>>644545
>Beauty and Good both come from God and go hand-in-hand with Him.
Not quite right. Look this up
https://www.catholic.org/encyclopedia/view.php?id=5257
>the good is being considered as the object of appetitie, desire, and will, the true is being a the object of the intellect.
Therefore, the good has more to do with morals rather than pleasing appearance (aesthetics) or God's admirable quality (beauty, as described by Aquinas). Only pagans like Aristotle roll good, beauty, and aesthetics into one, christians aren't supposed to hold the same belief.
>Additionally your false category of physical "aesthetics" as distinct from "beauty" is downright confusing.
What is it that you found confusing? It is indeed not an easy concept to grasp, but actually it's simple. Aesthetics is related to the pleasure we achieve upon witnessing an object, and as with most kinds of pleasure, it's purely subjective. Beauty is simply God's quality, something we praise Him for, and it is objective. Good is our moral quality, partially subjective because while God wants us to be good we possess limited knowledge and intellectual limitations to understand Him perfectly, but that doesn't mean we can't understand it at all (Romans 1).

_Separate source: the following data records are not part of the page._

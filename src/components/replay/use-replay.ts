/**
 * The replay's state in Vue: the track, the belief cursor and the play clock, moved on by
 * animation frames. The drift cloud catches up with the shown position by at most a few hundred
 * steps a frame, so a long backward seek never freezes the page; until it has caught up the
 * cloud is hidden rather than shown at the wrong moment.
 */
import { computed, onBeforeUnmount, ref, shallowRef, watch, type Ref } from 'vue';
import type { AttemptReport } from '@shared/schemas';
import { callPosition, contactEpisodes } from '@/components/report/report-logic';
import { BeliefCursor, ReplayTrack, beliefFactory, play as playClock, replayPaths, seekClock, tickClock, type ClockState, type ReplaySpeed } from './replay';

/** Steps of the drift cloud a frame may take (about 80 µs each). */
const STEPS_PER_FRAME = 250;

export interface TimelineMark {
  kind: 'call' | 'contact';
  position: number;
  label: string;
  key: string;
}

export function useReplay(report: Ref<AttemptReport | null>) {
  const track = shallowRef<ReplayTrack | null>(null);
  const paths = shallowRef<ReturnType<typeof replayPaths> | null>(null);
  let cursor: BeliefCursor | null = null;
  const clock = ref<ClockState>({ playing: false, speed: 4, position: 0 });
  /** The position shown (whole steps). */
  const position = ref(0);
  const cloudReady = ref(false);
  /** Bumped whenever the cloud changes, to redraw it. */
  const revision = ref(0);
  let frame: number | null = null;
  let lastTime: number | null = null;

  // A new attempt starts a new replay; the same attempt loaded again (after a claim or a
  // verdict) keeps the replay where it is.
  watch(
    () => (report.value ? `${report.value.attempt.id}:${report.value.trace.length}` : null),
    () => {
      const r = report.value;
      stop();
      if (!r) {
        track.value = null;
        paths.value = null;
        cursor = null;
        return;
      }
      const make = beliefFactory(r.trial, r.publicSeed);
      track.value = new ReplayTrack(r.trace, r.trial.start, make);
      paths.value = replayPaths(r.trace, r.trial.start);
      cursor = new BeliefCursor(r.trace, () => make());
      clock.value = { playing: false, speed: clock.value.speed, position: 0 };
      position.value = 0;
      cloudReady.value = true;
      revision.value += 1;
    },
    { immediate: true },
  );

  const last = computed(() => track.value?.last ?? 0);
  const period = computed(() => report.value?.trial.robot.controlPeriod ?? 0.1);

  const marks = computed<TimelineMark[]>(() => {
    const r = report.value;
    if (!r) return [];
    const calls = (r.finalScore ?? r.score).calls.map((c, i) => ({
      kind: 'call' as const,
      position: callPosition(r.trace, c.time),
      label: `Call ${i + 1}: ${c.label}`,
      key: `call-${c.callPointId}`,
    }));
    const contacts = contactEpisodes(r.trace).map((c, i) => ({ kind: 'contact' as const, position: c.position, label: `Contact ${i + 1}`, key: `contact-${i}` }));
    return [...calls, ...contacts].sort((a, b) => a.position - b.position);
  });

  function schedule() {
    if (frame === null) frame = requestAnimationFrame(onFrame);
  }

  function onFrame(now: number) {
    frame = null;
    const elapsed = lastTime === null ? 0 : now - lastTime;
    lastTime = now;
    if (clock.value.playing) clock.value = tickClock(clock.value, Math.min(elapsed, 250), period.value, last.value);
    position.value = Math.floor(clock.value.position);
    let busy = clock.value.playing;
    if (cursor) {
      const there = cursor.advanceToward(position.value, STEPS_PER_FRAME);
      if (there) {
        if (!cloudReady.value || cursor.position !== shownCloud) revision.value += 1;
        shownCloud = cursor.position;
        cloudReady.value = true;
      } else {
        cloudReady.value = false;
        busy = true;
      }
    }
    if (busy) schedule();
    else lastTime = null;
  }
  let shownCloud = 0;

  function play() {
    clock.value = playClock(clock.value, last.value);
    lastTime = null;
    schedule();
  }

  function pause() {
    clock.value = { ...clock.value, playing: false };
  }

  function stop() {
    if (frame !== null) cancelAnimationFrame(frame);
    frame = null;
    lastTime = null;
  }

  function seek(to: number) {
    clock.value = seekClock(clock.value, to, last.value);
    position.value = Math.floor(clock.value.position);
    schedule();
  }

  function setSpeed(speed: ReplaySpeed) {
    clock.value = { ...clock.value, speed };
  }

  onBeforeUnmount(stop);

  return {
    track,
    paths,
    clock,
    position,
    last,
    cloudReady,
    revision,
    marks,
    cloud: () => (cloudReady.value && cursor ? cursor.current.cloud : null),
    play,
    pause,
    seek,
    setSpeed,
  };
}

export type Replay = ReturnType<typeof useReplay>;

>Beauty (in which I would include what you term "physical aesthetics"), like the Good, and thus inded like God Himself, of course cannot be "understood" by mere created minds, but that does not invalidate it in any way nor does that mean we cannot experience it.
We experience it everywhere and everyday in our lives. The omnipresence of God means everything he created is beautiful, even the ones that
>Have you never had a sublime, almost divine experience of beauty admiring a fine piece of art or listening to a masterful musical composition?

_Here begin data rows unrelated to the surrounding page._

/**
 * Maximum-likelihood (θ1, θ2) ≥ 0 of one part: Fisher scoring (IRLS) from the interior, plus
 * the two edge maxima; the best candidate wins. See the module comment.
 */
function fitPart(p: Part, counts: Float64Array | null): PartFit {
  let has1 = false;
  let has2 = false;
  for (let j = 0; j < p.s.length; j++) {
    const c = counts ? counts[p.step[j]] : 1;
    if (c === 0) continue;
    if (p.x1[j] > 0) has1 = true;
    if (p.x2[j] > 0) has2 = true;
  }
  const identifiable: [boolean, boolean] = [has1, has2];
  const edgeA = edgeEstimate(p.x1, p, counts);
  const edgeB = edgeEstimate(p.x2, p, counts);
  const candidates: [number, number][] = [];
  if (has1) candidates.push([edgeA, 0]);
  if (has2) candidates.push([0, edgeB]);
  if (!has1 && !has2) return { a: 0, b: 0, logLik: 0, identifiable };

  if (has1 && has2 && edgeA > 0 && edgeB > 0) {
    // Start from ordinary least squares of s on (x1, x2), nudged inside θ > 0. (The edge
    // maxima are poor starts: one observation with a tiny x, such as rot1² of a nearly
    // straight step, can make mean(s/x) enormous.)
    const ols = weightedLeastSquares(p, counts, 0, 0);
    let a = ols ? ols[0] : 0;
    let b = ols ? ols[1] : 0;
    const scale = meanS(p, counts);
    a = Math.max(a, 1e-3 * scale / meanX(p.x1, p, counts));
    b = Math.max(b, 1e-3 * scale / meanX(p.x2, p, counts));
    let ll = partLogLik(p, a, b, counts);
    for (let iter = 0; iter < 100; iter++) {
      // The scoring step: weighted least squares of s on (x1, x2) with weights 1/v².
      const next = weightedLeastSquares(p, counts, a, b);
      if (!next) break; // x1 and x2 (nearly) proportional: the edges decide
      const da = next[0] - a;
      const db = next[1] - b;
      if (Math.abs(da) <= TOLERANCE * a && Math.abs(db) <= TOLERANCE * b) break; // converged
      // The step leaves θ > 0: if the edge it heads for satisfies the Kuhn–Tucker condition
      // (the likelihood falls on moving off the edge), the maximum is on that edge: stop here
      // and let the edge candidate win. Otherwise go on with a damped step inside.
      if (next[1] <= 0 && edgeSlope(p, counts, edgeA, 0) <= 0) break;
      if (next[0] <= 0 && edgeSlope(p, counts, 0, edgeB) <= 0) break;
      let t = 1;
      let accepted = false;
      for (let h = 0; h < 30; h++, t *= 0.5) {
        const na = a + t * da;
        const nb = b + t * db;
        if (!(na > 0) || !(nb > 0)) continue;
        const nll = partLogLik(p, na, nb, counts);
        if (nll > ll) {
          a = na;
          b = nb;
          ll = nll;
          accepted = true;
          break;
        }
      }
      if (!accepted) break; // no step raises the likelihood: at the maximum to rounding
    }
    candidates.push([a, b]);
  }
  let best: PartFit = { a: 0, b: 0, logLik: -Infinity, identifiable };
  for (const [a, b] of candidates) {
    const ll = partLogLik(p, a, b, counts);
    if (ll > best.logLik) best = { a, b, logLik: ll, identifiable };
  }
  return best;
}

/** The maximum-likelihood estimate. */
export interface AlphaEstimate {
  /** a1..a4, variance form (units: rad²/rad², rad²/m², m²/m², m²/rad²). */
  alphas: OdometryAlphas;
  /** Gaussian log-likelihood of the residuals at the estimate (nats). */
  logLikelihood: number;
  /** Whether the data say anything about each coefficient (e.g. a1 needs turning steps). */
  identifiable: readonly [boolean, boolean, boolean, boolean];
  /**
   * Asymptotic standard errors from the expected (Fisher) information of each part,
   * I = ½·Σ x·xᵀ/v²; `null` for a part whose estimate lies on an edge (a coefficient at 0)
   * or whose information is singular. The bootstrap intervals are the ones to report.
   */
  standardErrors: readonly [number | null, number | null, number | null, number | null];
  /** Steps used and observations in each part (rot1 + rot2; trans). */
  steps: number;
  observations: { rotation: number; translation: number };
  /** Residuals where the model predicts no noise at all (e.g. a rot1 residual while standing). */
  unexplained: number;
}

The truth is, there is nothing "divine" or mysterious about music and any art for that matter. The feelings that you believe to be divine is nothing but what Tolstoy called "pleasurable beauty" (What is Art). In other words, hypnotism through aesthetics. It's very apparent in art pieces such as the majesty and glory of Wagner which are hollow in good values.
>Every classical Christian liturgy is oriented around the use of beauty (in art and music especially) to aid us in prayer and communion.

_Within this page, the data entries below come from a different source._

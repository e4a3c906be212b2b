import { defineStore } from 'pinia';
import { computed, ref } from 'vue';
import type { PublicUser, Role, SignIn } from '@shared/schemas';
import { authApi, isApiError } from '@/api';
import { roleHome } from '@/navigation';

export const useSessionStore = defineStore('session', () => {
  const user = ref<PublicUser | null>(null);
  /** True once we know whether someone is signed in (GET /api/auth/me answered). */
  const loaded = ref(false);
  let pending: Promise<void> | null = null;

  const signedIn = computed(() => user.value !== null);
  const home = computed(() => (user.value ? roleHome(user.value.role) : '/sign-in'));

  /** Asks the server who is signed in, once; later calls reuse the answer. */
  function load(): Promise<void> {
    if (loaded.value) return Promise.resolve();
    if (!pending) {
      pending = authApi
        .me()
        .then(({ user: current }) => {
          user.value = current;
        })
        .catch((error: unknown) => {
          // 401 means nobody is signed in. Anything else (server down) is treated the same
          // way: the sign-in page then shows the real error when the person tries.
          if (!isApiError(error)) throw error;
          user.value = null;
        })
        .finally(() => {
          loaded.value = true;
          pending = null;
        });
    }
    return pending;
  }

  async function signIn(credentials: SignIn): Promise<PublicUser> {
    const { user: current } = await authApi.signIn(credentials);
    user.value = current;
    loaded.value = true;
    return current;
  }

  async function signOut(): Promise<void> {
    try {
      await authApi.signOut();
    } finally {
      clear();
    }
  }

  /** Forget the user locally (the server already ended the session). */
  function clear(): void {
    user.value = null;
    loaded.value = true;
  }

  function hasRole(...roles: Role[]): boolean {
    return user.value !== null && roles.includes(user.value.role);
  }

  return { user, loaded, signedIn, home, load, signIn, signOut, clear, hasRole };
});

They aren't beautiful in themselves, but they're capable of transmitting the emotional language to inform us about the beauty of God. Because that's the good quality of art, the purpose of art, it's an emotional transmitter of the feelings of the artist. And it isn't done for the purpose of "aesthetic hypnotism" in mind, a mere entertainment to pleasure our mental state.
>That people disagree about something does not mean that it is subjective.
Of course it means subjective, when some disagree with you. But God's beauty is objective, because no one can disagree with God.
>I doubt you would posit that since different cultures and indeed different individuals have different ideas about what is moral that morality is therefore subjective.
Morality is only partially subjective, as I've explained.